** Task description **
Restate word for word every line from the top of the data below down through the line that holds "if c.Orbit.Radius != 6".

(Records from a data collection)
_____
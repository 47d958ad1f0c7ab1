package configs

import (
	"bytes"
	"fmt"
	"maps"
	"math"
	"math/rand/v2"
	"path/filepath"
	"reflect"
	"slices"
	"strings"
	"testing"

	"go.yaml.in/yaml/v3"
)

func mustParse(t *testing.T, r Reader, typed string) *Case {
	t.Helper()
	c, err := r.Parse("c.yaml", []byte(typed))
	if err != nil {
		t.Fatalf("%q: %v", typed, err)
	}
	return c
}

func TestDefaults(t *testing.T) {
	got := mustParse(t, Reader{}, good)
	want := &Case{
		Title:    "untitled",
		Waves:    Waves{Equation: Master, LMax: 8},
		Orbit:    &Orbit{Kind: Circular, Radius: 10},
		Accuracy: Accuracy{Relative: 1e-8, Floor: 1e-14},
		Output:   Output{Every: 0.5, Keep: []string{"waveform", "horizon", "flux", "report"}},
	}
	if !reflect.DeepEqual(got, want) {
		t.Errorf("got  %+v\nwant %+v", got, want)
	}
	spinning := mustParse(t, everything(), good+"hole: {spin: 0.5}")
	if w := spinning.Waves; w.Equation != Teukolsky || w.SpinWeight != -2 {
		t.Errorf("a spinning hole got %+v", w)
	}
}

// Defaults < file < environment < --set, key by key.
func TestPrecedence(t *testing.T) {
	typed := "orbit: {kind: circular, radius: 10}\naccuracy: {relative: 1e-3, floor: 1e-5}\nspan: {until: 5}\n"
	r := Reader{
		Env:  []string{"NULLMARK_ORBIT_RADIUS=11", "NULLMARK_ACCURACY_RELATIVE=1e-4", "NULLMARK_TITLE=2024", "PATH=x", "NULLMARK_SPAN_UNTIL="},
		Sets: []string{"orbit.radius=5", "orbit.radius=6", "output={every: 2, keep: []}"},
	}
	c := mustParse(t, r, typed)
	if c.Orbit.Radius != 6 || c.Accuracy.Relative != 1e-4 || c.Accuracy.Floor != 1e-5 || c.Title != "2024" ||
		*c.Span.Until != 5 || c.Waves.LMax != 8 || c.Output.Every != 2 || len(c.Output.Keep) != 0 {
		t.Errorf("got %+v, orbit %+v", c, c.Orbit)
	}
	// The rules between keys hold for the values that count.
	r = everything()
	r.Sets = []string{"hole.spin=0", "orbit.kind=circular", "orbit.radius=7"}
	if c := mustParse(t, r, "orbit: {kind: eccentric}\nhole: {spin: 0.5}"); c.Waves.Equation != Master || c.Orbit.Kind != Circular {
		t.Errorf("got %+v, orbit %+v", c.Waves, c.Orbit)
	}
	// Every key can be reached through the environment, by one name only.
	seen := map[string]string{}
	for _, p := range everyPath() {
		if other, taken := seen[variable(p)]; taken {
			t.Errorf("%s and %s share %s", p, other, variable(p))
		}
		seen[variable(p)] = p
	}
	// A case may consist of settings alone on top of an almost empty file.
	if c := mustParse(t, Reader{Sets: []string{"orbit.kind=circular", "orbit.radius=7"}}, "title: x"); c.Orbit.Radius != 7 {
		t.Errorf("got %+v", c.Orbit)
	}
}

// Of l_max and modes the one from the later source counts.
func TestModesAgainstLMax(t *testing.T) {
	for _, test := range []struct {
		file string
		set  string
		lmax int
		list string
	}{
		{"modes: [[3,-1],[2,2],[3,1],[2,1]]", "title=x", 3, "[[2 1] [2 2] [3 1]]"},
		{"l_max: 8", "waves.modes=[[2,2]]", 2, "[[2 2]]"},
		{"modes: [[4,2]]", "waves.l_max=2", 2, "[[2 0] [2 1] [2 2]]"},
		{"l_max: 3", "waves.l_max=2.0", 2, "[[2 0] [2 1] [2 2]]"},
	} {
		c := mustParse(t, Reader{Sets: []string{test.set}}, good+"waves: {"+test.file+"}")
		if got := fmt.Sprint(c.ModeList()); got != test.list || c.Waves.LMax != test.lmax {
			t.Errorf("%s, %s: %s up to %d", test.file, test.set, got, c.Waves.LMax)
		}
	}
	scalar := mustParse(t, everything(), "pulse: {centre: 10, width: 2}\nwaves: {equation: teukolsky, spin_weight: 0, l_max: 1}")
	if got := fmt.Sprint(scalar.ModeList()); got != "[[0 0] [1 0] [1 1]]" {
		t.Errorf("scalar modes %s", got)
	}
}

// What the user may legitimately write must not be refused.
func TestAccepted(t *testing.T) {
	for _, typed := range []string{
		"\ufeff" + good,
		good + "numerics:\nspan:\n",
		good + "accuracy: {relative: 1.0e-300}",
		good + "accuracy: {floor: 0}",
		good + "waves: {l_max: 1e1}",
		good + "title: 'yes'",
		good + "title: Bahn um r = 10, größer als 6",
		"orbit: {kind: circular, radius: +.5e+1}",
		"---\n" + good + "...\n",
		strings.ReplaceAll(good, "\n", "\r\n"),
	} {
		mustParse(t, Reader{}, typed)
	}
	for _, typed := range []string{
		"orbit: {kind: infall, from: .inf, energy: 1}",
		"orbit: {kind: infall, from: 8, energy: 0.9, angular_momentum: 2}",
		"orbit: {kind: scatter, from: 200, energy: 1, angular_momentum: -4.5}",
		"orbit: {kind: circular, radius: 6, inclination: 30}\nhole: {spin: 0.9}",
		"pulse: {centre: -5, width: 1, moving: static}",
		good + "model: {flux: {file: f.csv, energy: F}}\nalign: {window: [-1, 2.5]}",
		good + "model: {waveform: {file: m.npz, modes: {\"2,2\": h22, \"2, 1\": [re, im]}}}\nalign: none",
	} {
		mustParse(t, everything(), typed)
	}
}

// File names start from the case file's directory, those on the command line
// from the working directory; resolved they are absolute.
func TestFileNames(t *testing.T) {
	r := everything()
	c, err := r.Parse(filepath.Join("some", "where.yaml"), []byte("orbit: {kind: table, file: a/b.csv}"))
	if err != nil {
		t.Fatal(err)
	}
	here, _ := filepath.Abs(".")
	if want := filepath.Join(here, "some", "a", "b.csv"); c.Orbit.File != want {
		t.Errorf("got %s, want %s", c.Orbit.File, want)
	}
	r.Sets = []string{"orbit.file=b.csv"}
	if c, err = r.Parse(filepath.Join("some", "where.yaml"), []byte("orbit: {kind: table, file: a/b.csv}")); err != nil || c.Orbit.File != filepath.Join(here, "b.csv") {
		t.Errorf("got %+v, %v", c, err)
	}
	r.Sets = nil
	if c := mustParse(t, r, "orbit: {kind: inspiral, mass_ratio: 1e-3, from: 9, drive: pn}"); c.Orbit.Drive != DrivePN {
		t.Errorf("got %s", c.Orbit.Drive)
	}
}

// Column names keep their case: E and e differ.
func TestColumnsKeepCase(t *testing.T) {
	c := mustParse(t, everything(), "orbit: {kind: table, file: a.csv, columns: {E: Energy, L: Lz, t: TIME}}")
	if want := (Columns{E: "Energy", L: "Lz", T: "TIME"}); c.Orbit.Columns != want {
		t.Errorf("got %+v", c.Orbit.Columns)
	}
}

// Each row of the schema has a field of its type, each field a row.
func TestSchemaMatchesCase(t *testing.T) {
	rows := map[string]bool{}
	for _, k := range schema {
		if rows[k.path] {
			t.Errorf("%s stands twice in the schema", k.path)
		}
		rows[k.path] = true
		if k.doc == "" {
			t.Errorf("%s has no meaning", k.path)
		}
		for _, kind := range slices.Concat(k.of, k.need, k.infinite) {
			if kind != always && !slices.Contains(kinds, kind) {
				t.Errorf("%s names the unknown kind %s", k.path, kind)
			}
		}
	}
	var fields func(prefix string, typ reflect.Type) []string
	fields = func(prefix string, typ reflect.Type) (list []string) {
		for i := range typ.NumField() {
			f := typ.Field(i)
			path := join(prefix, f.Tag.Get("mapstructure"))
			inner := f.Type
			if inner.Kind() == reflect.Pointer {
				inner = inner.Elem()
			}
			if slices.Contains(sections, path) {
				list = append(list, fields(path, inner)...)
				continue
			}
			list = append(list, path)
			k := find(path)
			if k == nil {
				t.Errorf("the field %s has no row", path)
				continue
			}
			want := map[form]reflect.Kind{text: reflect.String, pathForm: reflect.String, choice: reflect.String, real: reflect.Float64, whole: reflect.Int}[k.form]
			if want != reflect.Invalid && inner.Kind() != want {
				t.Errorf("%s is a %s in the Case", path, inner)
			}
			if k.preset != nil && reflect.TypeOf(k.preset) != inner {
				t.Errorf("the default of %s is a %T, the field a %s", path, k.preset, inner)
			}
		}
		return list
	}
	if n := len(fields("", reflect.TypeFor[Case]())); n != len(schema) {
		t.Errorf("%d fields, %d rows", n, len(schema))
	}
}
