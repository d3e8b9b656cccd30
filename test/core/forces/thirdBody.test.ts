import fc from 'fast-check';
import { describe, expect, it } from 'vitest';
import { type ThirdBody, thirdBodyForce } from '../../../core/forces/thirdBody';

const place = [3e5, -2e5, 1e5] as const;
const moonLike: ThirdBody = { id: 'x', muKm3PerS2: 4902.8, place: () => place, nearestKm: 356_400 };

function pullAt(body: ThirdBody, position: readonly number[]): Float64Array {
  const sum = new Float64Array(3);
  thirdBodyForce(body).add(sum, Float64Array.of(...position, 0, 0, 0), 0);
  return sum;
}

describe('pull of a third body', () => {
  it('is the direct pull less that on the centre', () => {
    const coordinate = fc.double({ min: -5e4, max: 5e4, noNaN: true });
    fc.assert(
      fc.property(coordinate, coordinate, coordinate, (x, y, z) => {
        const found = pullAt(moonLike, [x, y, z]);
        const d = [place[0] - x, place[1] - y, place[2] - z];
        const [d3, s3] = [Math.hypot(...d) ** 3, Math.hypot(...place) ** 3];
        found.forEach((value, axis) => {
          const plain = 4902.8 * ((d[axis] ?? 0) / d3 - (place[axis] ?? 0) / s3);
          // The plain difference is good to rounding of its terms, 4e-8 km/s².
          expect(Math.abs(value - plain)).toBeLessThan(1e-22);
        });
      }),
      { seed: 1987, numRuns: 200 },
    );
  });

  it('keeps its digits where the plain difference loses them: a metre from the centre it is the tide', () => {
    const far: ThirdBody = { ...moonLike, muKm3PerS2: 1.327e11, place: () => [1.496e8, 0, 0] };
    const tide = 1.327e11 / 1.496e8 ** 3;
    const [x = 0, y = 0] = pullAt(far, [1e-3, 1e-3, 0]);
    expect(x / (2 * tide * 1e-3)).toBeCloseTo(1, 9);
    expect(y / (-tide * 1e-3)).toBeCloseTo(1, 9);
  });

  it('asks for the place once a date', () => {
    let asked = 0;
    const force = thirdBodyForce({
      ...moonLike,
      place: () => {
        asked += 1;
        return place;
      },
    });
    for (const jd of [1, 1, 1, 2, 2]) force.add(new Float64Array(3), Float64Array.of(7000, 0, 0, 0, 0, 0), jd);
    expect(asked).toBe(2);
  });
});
_____
** Exercise response **
repository 47d958ad1f0c7ab1
package configs

import (
	"bytes"
	"fmt"
	"maps"
	"math"
	"math/rand/v2"
	"path/filepath"
	"reflect"
	"slices"
	"strings"
	"testing"

	"go.yaml.in/yaml/v3"
)

func mustParse(t *testing.T, r Reader, typed string) *Case {
	t.Helper()
	c, err := r.Parse("c.yaml", []byte(typed))
	if err != nil {
		t.Fatalf("%q: %v", typed, err)
	}
	return c
}

func TestDefaults(t *testing.T) {
	got := mustParse(t, Reader{}, good)
	want := &Case{
		Title:    "untitled",
		Waves:    Waves{Equation: Master, LMax: 8},
		Orbit:    &Orbit{Kind: Circular, Radius: 10},
		Accuracy: Accuracy{Relative: 1e-8, Floor: 1e-14},
		Output:   Output{Every: 0.5, Keep: []string{"waveform", "horizon", "flux", "report"}},
	}
	if !reflect.DeepEqual(got, want) {
		t.Errorf("got  %+v\nwant %+v", got, want)
	}
	spinning := mustParse(t, everything(), good+"hole: {spin: 0.5}")
	if w := spinning.Waves; w.Equation != Teukolsky || w.SpinWeight != -2 {
		t.Errorf("a spinning hole got %+v", w)
	}
}

// Defaults < file < environment < --set, key by key.
func TestPrecedence(t *testing.T) {
	typed := "orbit: {kind: circular, radius: 10}\naccuracy: {relative: 1e-3, floor: 1e-5}\nspan: {until: 5}\n"
	r := Reader{
		Env:  []string{"NULLMARK_ORBIT_RADIUS=11", "NULLMARK_ACCURACY_RELATIVE=1e-4", "NULLMARK_TITLE=2024", "PATH=x", "NULLMARK_SPAN_UNTIL="},
		Sets: []string{"orbit.radius=5", "orbit.radius=6", "output={every: 2, keep: []}"},
	}
	c := mustParse(t, r, typed)
	if c.Orbit.Radius != 6 || c.Accuracy.Relative != 1e-4 || c.Accuracy.Floor != 1e-5 || c.Title != "2024" ||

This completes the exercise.